_Data under study_:

"""Station tables: columns, unit and quotient conversions, profile integration, bad rows."""

from __future__ import annotations

import math

import numpy as np
import pandas as pd
import pytest

from euphotic.stations import (
    DEFAULT_GROSS_TO_NET,
    DEFAULT_QUOTIENT,
    MatchupOptionError,
    StationFileError,
    integrate_profile,
    parse_production_units,
    quotient_value,
    read_stations,
    to_carbon,
)
from euphotic.units import ureg


def _row(**kw):
    base = {"station": "S1", "lat": "50", "lon": "-30", "date": "2025-04-05", "value": "100",
            "units": "mg C m-2 d-1", "method": "c14"}
    base.update(kw)
    return base


def _table(*rows) -> pd.DataFrame:
    return pd.DataFrame(list(rows))


# ---- unit conversions: hand arithmetic carried through pint -------------------------------


def test_carbon_mass_units():
    # 1 g C m-2 d-1 = 1000 mg C m-2 d-1 (SI prefixes)
    assert to_carbon(1.0, "g C m-2 d-1") == pytest.approx(1000.0, rel=1e-12)
    assert to_carbon(250.0, "mgC m-2 day-1") == pytest.approx(250.0, rel=1e-12)


def test_carbon_amount_units():
    # 10 mmol C x 12.011 g mol-1 (IUPAC conventional atomic weight of C) = 120.11 mg C
    expected = (ureg.Quantity(10.0, "mmol m-2 d-1") * ureg.Quantity(12.011, "g mol-1")).to(
        "mg m-2 d-1").magnitude
    assert expected == pytest.approx(120.11, rel=1e-12)  # hand arithmetic
    assert to_carbon(10.0, "mmol C m-2 d-1") == pytest.approx(expected, rel=1e-12)


def test_oxygen_with_quotient():
    # 14 mmol O2 / 1.4 (nitrate-based quotient, Laws 1991) = 10 mmol C = 120.11 mg C
    assert to_carbon(14.0, "mmol O2 m-2 d-1", quotient=1.4) == pytest.approx(120.11, rel=1e-12)
    # 11 mmol O2 / 1.1 (ammonium-based) = 10 mmol C
    assert to_carbon(11.0, "mmol O2 m-2 d-1", quotient=1.1) == pytest.approx(120.11, rel=1e-12)
    # mass of O2: 31.998 mg O2 = 1 mmol O2 -> / 1.4 mmol C -> 12.011 / 1.4 mg C
    assert to_carbon(31.998, "mg O2 m-2 d-1", quotient=1.4) == pytest.approx(12.011 / 1.4,
                                                                              rel=1e-12)
    # per litre: 1 umol O2 L-1 d-1 = 1 mmol O2 m-3 d-1
    assert to_carbon(1.4, "umol O2 L-1 d-1", quotient=1.4) == pytest.approx(12.011, rel=1e-12)


def test_volumetric_units_are_recognised():
    assert parse_production_units("mg C m-3 d-1").volumetric
    assert not parse_production_units("mmol O2 m-2 d-1").volumetric
    for bad in ("mg N m-2 d-1", "mg C m-2", "W m-2", "", "C"):
        with pytest.raises(ValueError):
            parse_production_units(bad)


def test_quotient_choices():
    assert quotient_value("ammonium") == 1.1 and quotient_value("nitrate") == 1.4
    assert DEFAULT_QUOTIENT == 1.4
    assert quotient_value("1.25") == 1.25
    with pytest.raises(MatchupOptionError, match=r"^--quotient: expected"):
        quotient_value("ten", "--quotient")


def test_table_keeps_given_values_and_converts():
    t = read_stations(_table(_row(value="14", units="mmol O2 m-2 d-1", method="o2_gross"),
                             _row(station="S2", value="0.5", units="g C m-2 d-1")))
    s = t.stations.set_index("station")
    assert s.loc["S1", "value_given"] == 14.0 and s.loc["S1", "units_given"] == "mmol O2 m-2 d-1"
    assert s.loc["S1", "carbon_mgC_m-2_d-1"] == pytest.approx(120.11, rel=1e-12)
    assert s.loc["S1", "npp_equivalent_mgC_m-2_d-1"] == pytest.approx(120.11 / 1.5, rel=1e-12)
    assert DEFAULT_GROSS_TO_NET == pytest.approx(1 / 1.5)
    assert "quotient 1.4" in s.loc["S1", "conversion"]
    assert s.loc["S2", "npp_equivalent_mgC_m-2_d-1"] == pytest.approx(500.0)
    assert t.bad.empty


# ---- profiles ----------------------------------------------------------------------------


def test_linear_profile_exact():
    # p(z) = 10 - 0.1 z sampled from the surface: the trapezoid rule is exact for a linear
    # profile; integral 0..50 m = 10*50 - 0.05*50**2 = 375 (hand-worked)
    z = np.array([0.0, 10.0, 25.0, 50.0])
    total, depth = integrate_profile(z, 10 - 0.1 * z)
    assert total == pytest.approx(375.0, rel=1e-12) and depth == 50.0


def test_exponential_profile_converges_to_analytic_integral():
    # p(z) = 20 exp(-z / 15): integral 0..60 = 20*15*(1 - exp(-4)) = 294.505... (analytic);
    # the trapezoid rule on 1-m samples is within 0.05 % (error ~ h**2/12 * p'' * L)
    z = np.arange(0.0, 61.0, 1.0)
    total, _ = integrate_profile(z, 20 * np.exp(-z / 15))
    assert total == pytest.approx(20 * 15 * (1 - math.exp(-4)), rel=5e-4)


def test_shallowest_value_held_to_surface_and_integrate_to():
    # samples at 5 and 15 m, values 4 and 2: 0-5 m held at 4 (20), 5-15 trapezoid (30) = 50
    assert integrate_profile([5, 15], [4, 2]) == (50.0, 15.0)
    # to 10 m: 20 + (4 + 3) / 2 * 5 = 37.5, reaching 10 m
    assert integrate_profile([5, 15], [4, 2], to_depth=10) == (37.5, 10.0)
    with pytest.raises(ValueError, match="below the deepest sample"):
        integrate_profile([5, 15], [4, 2], to_depth=20)


def test_profile_rows_become_one_measurement(tmp_path):
    rows = [_row(units="mg C m-3 d-1", value=v, depth_m=z) for z, v in (("5", "4"), ("15", "2"))]
    t = read_stations(_table(*rows))
    assert len(t.stations) == 1
    s = t.stations.iloc[0]
    assert s["carbon_mgC_m-2_d-1"] == pytest.approx(50.0)
    assert s["integration_depth_m"] == 15.0 and s["n_depths"] == 2
    assert s["value_given"] == "4;2" and s["depths_m"] == "5;15"
    assert "trapezoid over 2 depths to 15 m" in s["conversion"]


# ---- bad rows: every reason, with its row number ------------------------------------------


BAD = [
    ({"value": ""}, "missing_value"),
    ({"units": "mg N m-2 d-1"}, "unknown_units"),
    ({"method": "fluorescence"}, "unknown_method"),
    ({"units": "mmol O2 m-2 d-1"}, "units_method_mismatch"),
    ({"lat": "95"}, "bad_lat"),
    ({"lon": "east"}, "bad_lon"),
    ({"date": "2025-04-31"}, "bad_date"),
    ({"date": "", "start": "2025-04-05T06:00", "end": "2025-04-05T05:00"}, "bad_date"),
    ({"value": "lots"}, "bad_value"),
    ({"value": "-3"}, "negative_production"),
    ({"units": "mg C m-3 d-1"}, "depth_needed"),
    ({"depth_m": "10"}, "depth_needed"),
    ({"units": "mg C m-3 d-1", "depth_m": "-5"}, "bad_depth"),
]


@pytest.mark.parametrize(("change", "reason"), BAD)
def test_each_bad_row_reason(tmp_path, change, reason):
    path = tmp_path / "s.csv"
    _table(_row(station="OK"), _row(station="BAD", **change)).to_csv(path, index=False)
    t = read_stations(path)
    assert list(t.stations["station"]) == ["OK"]
    assert t.bad.to_dict("records")[0]["row"] == 3  # the header is line 1, OK is line 2
    assert t.bad.to_dict("records")[0]["reason"] == reason
    assert t.bad.to_dict("records")[0]["detail"].startswith("row 3: ")


@pytest.mark.parametrize(("depths", "units", "reason"), [
    (("5", "20", "20"), ["mg C m-3 d-1"] * 3, "depth_order"),
    (("20", "5", "50"), ["mg C m-3 d-1"] * 3, "depth_order"),
    (("5", "20", "50"), ["mg C m-3 d-1", "mmol C m-3 d-1", "mg C m-3 d-1"], "mixed_units"),
])
def test_bad_profiles_list_every_row(depths, units, reason):
    rows = [_row(units=u, value="3", depth_m=z) for z, u in zip(depths, units, strict=True)]
    t = read_stations(_table(*rows))
    assert t.stations.empty
    assert list(t.bad["reason"]) == [reason] * 3 and list(t.bad["row"]) == [0, 1, 2]


def test_integrate_below_deepest_is_a_bad_profile():
    rows = [_row(units="mg C m-3 d-1", value="3", depth_m=z, integrate_to_m="80")
            for z in ("5", "20")]
    assert set(read_stations(_table(*rows)).bad["reason"]) == {"integrate_below_deepest"}


def test_not_a_station_file(tmp_path):
    path = tmp_path / "other.csv"
    path.write_text("a,b,lat\n1,2,3\n")
    with pytest.raises(StationFileError) as err:
        read_stations(path)
    assert str(err.value) == (
        f"{path}: not a station table: missing column(s) station, lon, value, units, method, "
        "date (or start) (required: station, lat, lon, value, units, method, and date or start)")
    with pytest.raises(StationFileError, match="no such station file"):
        read_stations(tmp_path / "gone.csv")


def test_start_end_give_day_and_length():
    t = read_stations(_table(_row(date="", start="2025-04-05T05:30", end="2025-04-05T19:30")))
    s = t.stations.iloc[0]
    assert str(s["date"])[:10] == "2025-04-05" and s["incubation_h"] == 14.0


def test_an_unreadable_incubation_length_is_noted_not_dropped():
    t = read_stations(_table(_row(incubation_h="24h", notes="deck")))
    assert len(t.stations) == 1 and np.isnan(t.stations.iloc[0]["incubation_h"])
    assert t.stations.iloc[0]["notes"] == "deck; incubation_h '24h' is not a number of hours > 0 (not used)"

_Problem_: Look back at the entries above. Retype the line with "assert total == pytest.approx(20", the line with "assert integrate_profile([5, 15], [4, 2], to_depth=10)", and all lines in between.

_Task response_:
    assert total == pytest.approx(20 * 15 * (1 - math.exp(-4)), rel=5e-4)


def test_shallowest_value_held_to_surface_and_integrate_to():
    # samples at 5 and 15 m, values 4 and 2: 0-5 m held at 4 (20), 5-15 trapezoid (30) = 50
    assert integrate_profile([5, 15], [4, 2]) == (50.0, 15.0)
    # to 10 m: 20 + (4 + 3) / 2 * 5 = 37.5, reaching 10 m
    assert integrate_profile([5, 15], [4, 2], to_depth=10) == (37.5, 10.0)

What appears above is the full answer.